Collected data

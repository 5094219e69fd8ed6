import fc from 'fast-check'
import { describe, expect, it } from 'vitest'
import { readSpringAddress } from '#shared/schemas/spring/sheet'
import { SPRING_KINDS, type SpringKind } from '#shared/spring/codes'
import type { SpringInput } from '#shared/spring'
import { formulaRuns, sheetOf, writeSheetValue, type SheetRow } from '#shared/spring/sheet'
import { EXAMPLE_ADDRESSES } from '#shared/spring/sheet/examples'
import { ADDRESS_PARAMS, paramsOf } from '#shared/spring/sheet/address-params'
import { anySpring } from './springs-of-all-kinds'

const example = (kind: SpringKind, more: Record<string, string> = {}): SpringInput => {
  const { spring, faults } = readSpringAddress({ ...EXAMPLE_ADDRESSES[kind], ...more })
  if (!spring) throw new Error(JSON.stringify(faults))
  return spring
}
/** Everything stated, so that no value is null. */
const FULL: Record<SpringKind, Record<string, string>> = {
  compression: { cycles: '200000', temperature: '60C', strokes: '30' }, extension: { cycles: '200000', temperature: '60C' }, torsion: { cycles: '200000', temperature: '60C' },
}

/** The paths of all plain values in an object: `points.0.forceN`. */
function leaves(value: unknown, path = ''): [string, unknown][] {
  if (typeof value !== 'object' || value === null) return [[path, value]]
  return Object.entries(value).flatMap(([key, one]) => leaves(one, path ? `${path}.${key}` : key))
}
const rowsOf = (spring: SpringInput): SheetRow[] => sheetOf(spring).sheet.groups.flatMap(group => group.rows)

/** What is typed and comes back in the evaluation under a name of its own. */
const SHOWN_AS: Readonly<Record<string, string>> = {
  'hook.bendRadiusMm': 'hookBendRadiusMm', 'hook.sideBendRadiusMm': 'hookSideBendRadiusMm', 'materialValues.tensileStrengthMpa': 'tensileStrengthMpa',
}

/** Lists that the sheet prints whole, as lists of their own. */
const PRINTED_WHOLE = ['checks', 'tolerances', 'assumptions', 'kind']

describe.each(SPRING_KINDS)('the data sheet of a %s spring', (kind) => {
  it('shows every value that is worked out, as it is', () => {
    const spring = example(kind, FULL[kind])
    const { evaluation, sheet } = sheetOf(spring)
    const shown = new Map(sheet.groups.flatMap(group => group.rows.map(row => [row.field, row.value] as const)))
    for (const [path, value] of leaves(evaluation)) {
      const [first = '', index, field] = path.split('.')
      if (PRINTED_WHOLE.includes(first)) continue
      if (first === 'points') {
        const column = sheet.points.columns.findIndex(one => one.field === field)
        expect(column, path).toBeGreaterThanOrEqual(0)
        expect(sheet.points.rows[Number(index)]?.[column], path).toBe(value)
      }
      else {
        expect(shown.has(path), `${path} has no row`).toBe(true)
        if (typeof value !== 'boolean') expect(shown.get(path), path).toBe(value)
      }
    }
    expect(sheet.checks.map(check => [check.code, check.message])).toEqual(evaluation.checks.map(check => [check.code, check.message]))
    expect(sheet.tolerances.map(one => one.plusMinus)).toEqual(evaluation.tolerances.map(one => one.plusMinus))
    expect(sheet.assumptions).toEqual(evaluation.assumptions)
  })

  it('shows everything that may be typed', () => {
    const everything: Record<string, string> = {
      nt: '10.25', n: kind === 'compression' ? '8.25' : '21', r1: '6mm', r2: '5mm', hook: 'full-loop', L0: '60mm', seat: '0.5', guided: 'yes', solid: 'safe', opens: 'no', bore: '24mm', rod: '9mm', mandrel: '9mm',
      maxL0: '100mm', maxLc: '50mm', method: 'wahl', cycles: '100000', strokes: '30', temperature: '40C', peened: 'yes', preset: 'no', grade: '2', Rm: '1900MPa', G: '80000MPa', E: '200000MPa', rho: '7900',
    }
    const query = { ...EXAMPLE_ADDRESSES[kind], ...Object.fromEntries(Object.entries(everything).filter(([name]) => paramsOf(kind).some(param => param.name === name))) }
    const { spring, faults } = readSpringAddress(query)
    if (!spring) throw new Error(JSON.stringify(faults))
    const fields = new Set(rowsOf(spring).map(row => row.field))
    for (const param of ADDRESS_PARAMS) {
      const path = param.paths[kind]
      // Of the points, what is given is one of the columns.
      if (!path || path.startsWith('points.')) continue
      expect(fields.has(SHOWN_AS[path] ?? path), `${param.name} (${path}) has no row`).toBe(true)
    }
  })

  it('gives no number without what it rests on', () => {
    for (const row of rowsOf(example(kind, FULL[kind]))) {
      if (row.value !== 'not stated') expect(row.basis, row.name).not.toBe('')
      if (typeof row.value === 'number' && row.basis !== 'given' && !row.field.startsWith('material') && row.field !== 'tensileStrengthMpa' && row.field !== 'fatigue.lifeFractionSafetyFactor')
        expect(row.formula === '' ? row.basis : row.formula, row.name).toMatch(row.formula === '' ? /^given/ : /./)
    }
    for (const column of sheetOf(example(kind)).sheet.points.columns) expect(`${column.formula}|${column.basis}`).toMatch(/.\|./)
  })

  it('names and measures every check, and each name stands for one check', () => {
    const { sheet } = sheetOf(example(kind, { ...FULL[kind], bore: '30mm', rod: '8mm', maxL0: '100mm', maxLc: '60mm', strokes: '30', peened: 'yes' }))
    for (const check of sheet.checks) {
      expect(check.name, `${check.code} has no name`).not.toBe(check.code)
      if (check.value !== null) expect(check.unit, check.code).not.toBeNull()
    }
    expect(new Set(sheet.checks.map(check => check.name)).size).toBe(sheet.checks.length)
  })
})

it('never throws, whatever the spring, and writes every value in both units', () => {
  fc.assert(fc.property(anySpring, (spring) => {
    const { sheet } = sheetOf(spring)
    for (const units of ['metric', 'inch'] as const) {
      for (const { value, quantity } of sheet.groups.flatMap(group => group.rows)) expect(writeSheetValue(value, quantity, units)).toMatch(/\S/)
    }
  }))
})

it('writes a value in the units asked for', () => {
  expect(writeSheetValue(25.4, 'length', 'inch')).toBe('1.000\u202fin')
  // 7850 kg/m3 is 0.2836 lb/in3 (Machinery's Handbook, from memory)
  expect(writeSheetValue(7850, 'density', 'inch')).toBe('0.2836\u202flb/in³')
  expect(writeSheetValue(8.25, 'coils', 'metric')).toBe('8.25')
  expect(writeSheetValue(null, 'stress', 'metric')).toBe('none')
})

it('cuts a formula at its powers and indices', () => {
  expect(formulaRuns('R = G d^4/(8 D^3 n_t)')).toEqual([
    { text: 'R = G d' }, { text: '4', style: 'power' }, { text: '/(8 D' }, { text: '3', style: 'power' }, { text: ' n' }, { text: 't', style: 'index' }, { text: ')' },
  ])
})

Exercise directions: Every line with "groups" in it should be copied from the entries.

Solution:
const rowsOf = (spring: SpringInput): SheetRow[] => sheetOf(spring).sheet.groups.flatMap(group => group.rows)
    const shown = new Map(sheet.groups.flatMap(group => group.rows.map(row => [row.field, row.value] as const)))
      for (const { value, quantity } of sheet.groups.flatMap(group => group.rows)) expect(writeSheetValue(value, quantity, units)).toMatch(/\S/)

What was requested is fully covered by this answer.